§ Work to be completed
Report all lines from the entries below in which "open" appears.

§ Records provided

def _sketch(topology: Topology, item_id: str, plan: IsolationPlan | None) -> Sketch | None:
    """Item, its normal supply, and every isolation point with the path to it."""
    nodes: dict[str, SketchNode] = {}
    edges: list[tuple[str, str]] = []
    locked = set(plan.devices) if plan else set()

    def add(element_id: str) -> None:
        if element_id in nodes:
            return
        element = topology.elements[element_id]
        kind = "item" if element_id == item_id else ELEMENT_KINDS[type(element)]
        label = element_id
        if isinstance(element, Bus):
            label = f"{element_id} {element.voltage:g} V"
        nodes[element_id] = SketchNode(id=element_id, label=label, kind=kind,
                                       isolate=element_id in locked)

    def chain(path: Sequence[str]) -> None:
        kept = [p for p in dict.fromkeys(element_of(n) for n in path)
                if p == item_id or p in locked
                or isinstance(topology.elements[p], Source | Bus | Transformer)]
        for element_id in kept:
            add(element_id)
        for upstream, downstream in zip(kept, kept[1:], strict=False):
            if (upstream, downstream) not in edges and upstream != downstream:
                edges.append((upstream, downstream))

    for path in topology.normal_supply_paths(item_id):  # all: the renderer fits them
        chain(path)
    if plan is not None:
        for point in plan.points:
            if point.blocks is not None:
                continue  # a start or transfer block is a control, not a place in the wiring
            upstream = topology.normal_supply_paths(point.device)[:1]
            chain([*(upstream[0] if upstream else (point.device,)),
                   *reversed(point.via)])
    add(item_id)
    if len(nodes) < 2:
        return None
    return Sketch(nodes=tuple(nodes.values()), edges=tuple(edges))
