"""Insulation-resistance tests: test voltage, minimum, temperature correction, PI, trend.

Every limit comes from a ``CodeSet`` (see ``tables.load_code_set``): IEEE Std 43 for
rotating machines, ANSI/NETA MTS Table 100.5 for transformer windings (liquid-filled and
dry-type minimums) and Table 100.1 for other apparatus, an IEC 60364-6 style table for
low-voltage installation circuits. A correction to the reference temperature is made only
inside its stated range (the correction table's span; 10–60 °C for the IEEE 43 halving
rule); outside it the reading cannot be judged and the test is repeated nearer the
reference temperature. ``correct_to_reference`` is the one place that decides this, for
the diagnosis, the printed package and the judging of results alike.
Units: volts, ohms, °C, seconds, dates.
"""

from __future__ import annotations

import math
from collections.abc import Sequence
from dataclasses import dataclass
from datetime import date
from enum import StrEnum

from workpack.electrical.standards import (
    Citation,
    CodeSet,
    SpecialCircuit,
    TemperatureCorrection,
    TransformerWindingBand,
    VoltageBand,
    WindingMinimum,
)
from workpack.errors import did_you_mean
from workpack.numbers import format_quantity

# Which code set a kind of equipment is normally tested to; a plant may choose another.
DEFAULT_CODE_SET_BY_KIND: dict[str, str] = {
    "rotating_machine": "ieee43-2013",
    "installation_circuit": "iec60364-6",
    "selv_pelv": "iec60364-6",
    "cable": "neta-mts-2019",
    "switchgear": "neta-mts-2019",
    "transformer": "neta-mts-2019",
    "other_apparatus": "neta-mts-2019",
}

_DAYS_PER_MONTH = 365.25 / 12.0

# Trend thresholds: a fact of the trade, not a published limit.
TRANSFORMER_INSULATION = ("liquid_filled", "dry_type")

TREND_CITATION = Citation(
    document="trend thresholds",
    edition="-",
    clause="corrected IR falling by more than the stated fraction, or a fitted rate reaching "
    "the minimum within the stated horizon, calls for investigation",
    strength="common practice",
)


def default_code_set(kind: str) -> str:
    """Name of the code set normally used for an equipment kind (see DEFAULT_CODE_SET_BY_KIND)."""
    try:
        return DEFAULT_CODE_SET_BY_KIND[kind]
    except KeyError:
        raise ValueError(
            f"unknown equipment kind {kind!r}{did_you_mean(kind, DEFAULT_CODE_SET_BY_KIND)}; "
            f"known: {', '.join(sorted(DEFAULT_CODE_SET_BY_KIND))}"
        ) from None


def _check_positive(name: str, value: float) -> None:
    """ValueError unless ``value`` is positive and finite."""
    if not math.isfinite(value) or value <= 0:
        raise ValueError(f"{name} must be a positive finite number (got {value!r})")
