def kept_job_rows(events: Iterable[JobEvent]) -> list[tuple[Any, ...]]:
    """The job-state rows a store keeps for the jobs of ``events`` (every event of each),
    in ``KEPT_COLUMNS``' order (``workpack.joblog.kept_job``)."""
    from workpack.joblog import kept_jobs

    return [row.as_tuple() for row in kept_jobs(events)]


def job_state_version() -> int:
    from workpack.joblog import JOB_STATE_VERSION

    return JOB_STATE_VERSION


def kept_columns() -> tuple[str, ...]:
    from workpack.joblog import KEPT_COLUMNS

    return KEPT_COLUMNS


@dataclass(frozen=True)
class JobStateQuery:
    """Which kept job states to read (``RecordStore.job_states``), any of: those the
    status reads first (open jobs, each routine test's latest own pass, jobs completed
    as passed that were made from other jobs' findings); jobs by package id; jobs
    completed, not routine, for one of ``items``, finished from ``since`` to before
    ``before``."""

    for_status: bool = False
    package_ids: tuple[str, ...] = ()
    items: tuple[str, ...] = ()
    since: dt.date | None = None
    before: dt.date | None = None

    def where(self, mark: str, table: str) -> tuple[str, list[Any]]:
        """The condition on ``table`` (its alias ``a``) and its values, with ``mark`` as
        the backend's placeholder and ``table`` naming the table and any plant filter of
        the inner query (``workpack.job_states AS b WHERE b.plant = a.plant AND``)."""
        parts: list[str] = []
        params: list[Any] = []
        if self.for_status:
            parts.append(
                "a.open OR a.answers_passed OR (a.own_pass_on IS NOT NULL AND NOT EXISTS "
                f"(SELECT 1 FROM {table} b.routine_test = a.routine_test AND "
                "b.routine_element = a.routine_element AND b.own_pass_on > a.own_pass_on))")
        if self.package_ids:
            parts.append(f"a.package_id IN ({', '.join([mark] * len(self.package_ids))})")
            params += self.package_ids
        if self.items and self.since is not None and self.before is not None:
            parts.append(f"(a.state = 'completed' AND a.routine_test IS NULL AND a.item IN "
                         f"({', '.join([mark] * len(self.items))}) AND a.finished_on >= "
                         f"{mark} AND a.finished_on < {mark})")
            params += [*self.items, self.since.isoformat(), self.before.isoformat()]
        return " OR ".join(parts) or "false", params


class ClosedOnExit:
    """A store used as a context manager is closed on leaving it."""

    def close(self) -> None:
        raise NotImplementedError

    def __enter__(self) -> Self:
        return self

    def __exit__(self, exc_type: type[BaseException] | None, exc: BaseException | None,
                 tb: TracebackType | None) -> None:
        self.close()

§ Response to this exercise
    status reads first (open jobs, each routine test's latest own pass, jobs completed
                "a.open OR a.answers_passed OR (a.own_pass_on IS NOT NULL AND NOT EXISTS "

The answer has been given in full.